ABOUT THIS EXERCISE: Write out each entry again. Keep every word exactly as it is.

START GIVEN DATA

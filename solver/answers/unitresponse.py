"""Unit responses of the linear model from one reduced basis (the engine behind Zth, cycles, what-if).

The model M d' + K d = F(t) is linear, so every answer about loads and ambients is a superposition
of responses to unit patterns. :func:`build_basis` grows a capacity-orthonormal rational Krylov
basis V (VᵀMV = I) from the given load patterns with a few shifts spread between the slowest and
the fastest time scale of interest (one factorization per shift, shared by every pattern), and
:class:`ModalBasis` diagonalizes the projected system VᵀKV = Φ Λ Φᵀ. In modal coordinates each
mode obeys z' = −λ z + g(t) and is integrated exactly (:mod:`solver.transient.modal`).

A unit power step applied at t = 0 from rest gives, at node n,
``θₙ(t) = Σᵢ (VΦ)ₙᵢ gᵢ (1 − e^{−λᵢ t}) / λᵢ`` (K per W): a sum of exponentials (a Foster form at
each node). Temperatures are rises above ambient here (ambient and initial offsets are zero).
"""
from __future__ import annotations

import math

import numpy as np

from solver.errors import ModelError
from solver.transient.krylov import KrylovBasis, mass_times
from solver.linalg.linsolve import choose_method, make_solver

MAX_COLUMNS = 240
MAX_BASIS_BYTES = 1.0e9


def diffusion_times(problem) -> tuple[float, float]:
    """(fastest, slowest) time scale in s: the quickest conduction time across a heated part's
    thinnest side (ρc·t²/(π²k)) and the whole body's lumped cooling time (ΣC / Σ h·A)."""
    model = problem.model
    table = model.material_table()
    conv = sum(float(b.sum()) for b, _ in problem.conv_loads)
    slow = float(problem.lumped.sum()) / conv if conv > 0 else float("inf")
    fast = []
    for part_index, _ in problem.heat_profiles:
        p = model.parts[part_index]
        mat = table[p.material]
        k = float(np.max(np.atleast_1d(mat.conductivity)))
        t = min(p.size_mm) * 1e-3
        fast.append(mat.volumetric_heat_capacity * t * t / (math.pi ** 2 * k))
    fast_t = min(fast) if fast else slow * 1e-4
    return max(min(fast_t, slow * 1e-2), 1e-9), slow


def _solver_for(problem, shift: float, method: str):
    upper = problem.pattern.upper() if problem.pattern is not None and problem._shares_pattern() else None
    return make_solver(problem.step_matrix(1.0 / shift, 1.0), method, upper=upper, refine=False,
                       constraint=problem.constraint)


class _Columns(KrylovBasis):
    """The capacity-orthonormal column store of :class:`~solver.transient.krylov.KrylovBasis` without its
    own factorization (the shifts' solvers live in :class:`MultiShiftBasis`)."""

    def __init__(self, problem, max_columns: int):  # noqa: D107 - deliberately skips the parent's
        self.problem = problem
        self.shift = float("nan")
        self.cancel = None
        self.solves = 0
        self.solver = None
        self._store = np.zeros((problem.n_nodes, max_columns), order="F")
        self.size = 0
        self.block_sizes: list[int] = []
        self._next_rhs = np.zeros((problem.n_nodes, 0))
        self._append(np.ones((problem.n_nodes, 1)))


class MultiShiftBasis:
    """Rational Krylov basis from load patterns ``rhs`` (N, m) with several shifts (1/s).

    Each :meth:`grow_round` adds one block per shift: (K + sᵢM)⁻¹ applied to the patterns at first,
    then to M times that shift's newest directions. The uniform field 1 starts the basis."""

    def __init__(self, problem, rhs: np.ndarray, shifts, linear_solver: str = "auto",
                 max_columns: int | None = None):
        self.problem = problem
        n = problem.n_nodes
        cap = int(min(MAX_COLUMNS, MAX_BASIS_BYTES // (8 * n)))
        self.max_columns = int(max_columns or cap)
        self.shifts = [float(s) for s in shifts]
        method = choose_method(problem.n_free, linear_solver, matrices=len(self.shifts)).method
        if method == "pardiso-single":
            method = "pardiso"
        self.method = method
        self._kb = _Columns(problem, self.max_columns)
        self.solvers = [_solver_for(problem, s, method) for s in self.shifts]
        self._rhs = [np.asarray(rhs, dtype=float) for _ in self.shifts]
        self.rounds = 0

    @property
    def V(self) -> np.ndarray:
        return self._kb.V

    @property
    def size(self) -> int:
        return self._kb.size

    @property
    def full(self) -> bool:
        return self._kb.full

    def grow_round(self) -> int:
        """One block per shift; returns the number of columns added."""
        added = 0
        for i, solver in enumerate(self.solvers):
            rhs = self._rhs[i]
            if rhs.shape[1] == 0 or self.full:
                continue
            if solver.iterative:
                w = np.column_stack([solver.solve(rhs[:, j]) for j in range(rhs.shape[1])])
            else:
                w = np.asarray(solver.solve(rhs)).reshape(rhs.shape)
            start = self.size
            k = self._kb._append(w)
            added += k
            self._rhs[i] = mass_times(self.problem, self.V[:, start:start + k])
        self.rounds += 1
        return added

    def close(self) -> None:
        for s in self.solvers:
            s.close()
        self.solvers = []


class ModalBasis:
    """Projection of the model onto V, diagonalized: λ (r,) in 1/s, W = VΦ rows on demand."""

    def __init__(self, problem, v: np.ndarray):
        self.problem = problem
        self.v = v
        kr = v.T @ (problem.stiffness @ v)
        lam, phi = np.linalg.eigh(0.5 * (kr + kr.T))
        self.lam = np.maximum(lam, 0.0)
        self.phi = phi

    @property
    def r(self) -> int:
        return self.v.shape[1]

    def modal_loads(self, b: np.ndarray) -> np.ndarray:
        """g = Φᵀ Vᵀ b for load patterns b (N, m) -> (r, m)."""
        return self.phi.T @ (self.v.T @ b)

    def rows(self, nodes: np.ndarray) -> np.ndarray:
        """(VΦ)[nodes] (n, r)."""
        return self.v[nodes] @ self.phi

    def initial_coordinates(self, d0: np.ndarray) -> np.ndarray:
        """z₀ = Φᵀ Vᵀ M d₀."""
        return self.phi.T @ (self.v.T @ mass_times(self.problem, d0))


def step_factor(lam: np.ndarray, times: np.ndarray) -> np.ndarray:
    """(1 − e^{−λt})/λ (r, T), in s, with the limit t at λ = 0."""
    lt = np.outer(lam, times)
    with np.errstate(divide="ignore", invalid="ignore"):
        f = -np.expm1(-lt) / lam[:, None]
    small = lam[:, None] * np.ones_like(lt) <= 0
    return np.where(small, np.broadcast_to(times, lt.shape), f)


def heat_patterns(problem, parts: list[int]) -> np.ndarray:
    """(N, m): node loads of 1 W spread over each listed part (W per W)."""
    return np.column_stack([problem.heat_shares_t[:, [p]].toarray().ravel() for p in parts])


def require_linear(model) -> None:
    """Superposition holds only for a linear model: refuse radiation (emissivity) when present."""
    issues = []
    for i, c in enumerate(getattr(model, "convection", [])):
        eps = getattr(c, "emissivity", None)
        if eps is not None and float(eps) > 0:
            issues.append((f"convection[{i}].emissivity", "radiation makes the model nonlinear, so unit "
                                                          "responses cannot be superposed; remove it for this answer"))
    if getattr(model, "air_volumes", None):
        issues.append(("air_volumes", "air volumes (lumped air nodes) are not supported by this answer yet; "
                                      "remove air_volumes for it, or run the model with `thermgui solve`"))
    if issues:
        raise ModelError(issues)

END GIVEN DATA

WRITTEN ANSWER:
filename solver/answers/unitresponse.py
"""Unit responses of the linear model from one reduced basis (the engine behind Zth, cycles, what-if).

The model M d' + K d = F(t) is linear, so every answer about loads and ambients is a superposition
of responses to unit patterns. :func:`build_basis` grows a capacity-orthonormal rational Krylov
basis V (VᵀMV = I) from the given load patterns with a few shifts spread between the slowest and
the fastest time scale of interest (one factorization per shift, shared by every pattern), and
:class:`ModalBasis` diagonalizes the projected system VᵀKV = Φ Λ Φᵀ. In modal coordinates each
mode obeys z' = −λ z + g(t) and is integrated exactly (:mod:`solver.transient.modal`).

A unit power step applied at t = 0 from rest gives, at node n,
``θₙ(t) = Σᵢ (VΦ)ₙᵢ gᵢ (1 − e^{−λᵢ t}) / λᵢ`` (K per W): a sum of exponentials (a Foster form at
each node). Temperatures are rises above ambient here (ambient and initial offsets are zero).
"""
from __future__ import annotations

import math

import numpy as np

from solver.errors import ModelError
from solver.transient.krylov import KrylovBasis, mass_times
from solver.linalg.linsolve import choose_method, make_solver

MAX_COLUMNS = 240
MAX_BASIS_BYTES = 1.0e9


def diffusion_times(problem) -> tuple[float, float]:
    """(fastest, slowest) time scale in s: the quickest conduction time across a heated part's
    thinnest side (ρc·t²/(π²k)) and the whole body's lumped cooling time (ΣC / Σ h·A)."""
    model = problem.model
    table = model.material_table()
    conv = sum(float(b.sum()) for b, _ in problem.conv_loads)
    slow = float(problem.lumped.sum()) / conv if conv > 0 else float("inf")
    fast = []
    for part_index, _ in problem.heat_profiles:
        p = model.parts[part_index]
        mat = table[p.material]
        k = float(np.max(np.atleast_1d(mat.conductivity)))
        t = min(p.size_mm) * 1e-3
        fast.append(mat.volumetric_heat_capacity * t * t / (math.pi ** 2 * k))
    fast_t = min(fast) if fast else slow * 1e-4
    return max(min(fast_t, slow * 1e-2), 1e-9), slow


def _solver_for(problem, shift: float, method: str):
    upper = problem.pattern.upper() if problem.pattern is not None and problem._shares_pattern() else None
    return make_solver(problem.step_matrix(1.0 / shift, 1.0), method, upper=upper, refine=False,
                       constraint=problem.constraint)


class _Columns(KrylovBasis):
    """The capacity-orthonormal column store of :class:`~solver.transient.krylov.KrylovBasis` without its
    own factorization (the shifts' solvers live in :class:`MultiShiftBasis`)."""

    def __init__(self, problem, max_columns: int):  # noqa: D107 - deliberately skips the parent's
        self.problem = problem
        self.shift = float("nan")
        self.cancel = None
        self.solves = 0
        self.solver = None
        self._store = np.zeros((problem.n_nodes, max_columns), order="F")
        self.size = 0
        self.block_sizes: list[int] = []
        self._next_rhs = np.zeros((problem.n_nodes, 0))
        self._append(np.ones((problem.n_nodes, 1)))


class MultiShiftBasis:
    """Rational Krylov basis from load patterns ``rhs`` (N, m) with several shifts (1/s).

    Each :meth:`grow_round` adds one block per shift: (K + sᵢM)⁻¹ applied to the patterns at first,
    then to M times that shift's newest directions. The uniform field 1 starts the basis."""

    def __init__(self, problem, rhs: np.ndarray, shifts, linear_solver: str = "auto",
                 max_columns: int | None = None):
        self.problem = problem
        n = problem.n_nodes
        cap = int(min(MAX_COLUMNS, MAX_BASIS_BYTES // (8 * n)))
        self.max_columns = int(max_columns or cap)
        self.shifts = [float(s) for s in shifts]
        method = choose_method(problem.n_free, linear_solver, matrices=len(self.shifts)).method
        if method == "pardiso-single":
            method = "pardiso"
        self.method = method
        self._kb = _Columns(problem, self.max_columns)
        self.solvers = [_solver_for(problem, s, method) for s in self.shifts]
        self._rhs = [np.asarray(rhs, dtype=float) for _ in self.shifts]
        self.rounds = 0

    @property
    def V(self) -> np.ndarray:
        return self._kb.V

    @property
    def size(self) -> int:
        return self._kb.size

    @property
    def full(self) -> bool:
        return self._kb.full

    def grow_round(self) -> int:
        """One block per shift; returns the number of columns added."""
        added = 0
        for i, solver in enumerate(self.solvers):
            rhs = self._rhs[i]
            if rhs.shape[1] == 0 or self.full:
                continue
            if solver.iterative:
                w = np.column_stack([solver.solve(rhs[:, j]) for j in range(rhs.shape[1])])
            else:
                w = np.asarray(solver.solve(rhs)).reshape(rhs.shape)
            start = self.size
            k = self._kb._append(w)
            added += k
            self._rhs[i] = mass_times(self.problem, self.V[:, start:start + k])
        self.rounds += 1
        return added

    def close(self) -> None:
        for s in self.solvers:
            s.close()
        self.solvers = []


class ModalBasis:
    """Projection of the model onto V, diagonalized: λ (r,) in 1/s, W = VΦ rows on demand."""

    def __init__(self, problem, v: np.ndarray):
        self.problem = problem
        self.v = v
        kr = v.T @ (problem.stiffness @ v)
        lam, phi = np.linalg.eigh(0.5 * (kr + kr.T))
        self.lam = np.maximum(lam, 0.0)
        self.phi = phi

    @property
    def r(self) -> int:
        return self.v.shape[1]

    def modal_loads(self, b: np.ndarray) -> np.ndarray:
        """g = Φᵀ Vᵀ b for load patterns b (N, m) -> (r, m)."""
        return self.phi.T @ (self.v.T @ b)

    def rows(self, nodes: np.ndarray) -> np.ndarray:
        """(VΦ)[nodes] (n, r)."""
        return self.v[nodes] @ self.phi

    def initial_coordinates(self, d0: np.ndarray) -> np.ndarray:
        """z₀ = Φᵀ Vᵀ M d₀."""
        return self.phi.T @ (self.v.T @ mass_times(self.problem, d0))


def step_factor(lam: np.ndarray, times: np.ndarray) -> np.ndarray:
    """(1 − e^{−λt})/λ (r, T), in s, with the limit t at λ = 0."""
    lt = np.outer(lam, times)
    with np.errstate(divide="ignore", invalid="ignore"):
        f = -np.expm1(-lt) / lam[:, None]
    small = lam[:, None] * np.ones_like(lt) <= 0
    return np.where(small, np.broadcast_to(times, lt.shape), f)


def heat_patterns(problem, parts: list[int]) -> np.ndarray:
    """(N, m): node loads of 1 W spread over each listed part (W per W)."""
    return np.column_stack([problem.heat_shares_t[:, [p]].toarray().ravel() for p in parts])


def require_linear(model) -> None:
    """Superposition holds only for a linear model: refuse radiation (emissivity) when present."""
    issues = []
    for i, c in enumerate(getattr(model, "convection", [])):
        eps = getattr(c, "emissivity", None)
        if eps is not None and float(eps) > 0:
            issues.append((f"convection[{i}].emissivity", "radiation makes the model nonlinear, so unit "
                                                          "responses cannot be superposed; remove it for this answer"))
    if getattr(model, "air_volumes", None):
        issues.append(("air_volumes", "air volumes (lumped air nodes) are not supported by this answer yet; "
                                      "remove air_volumes for it, or run the model with `thermgui solve`"))
    if issues:
        raise ModelError(issues)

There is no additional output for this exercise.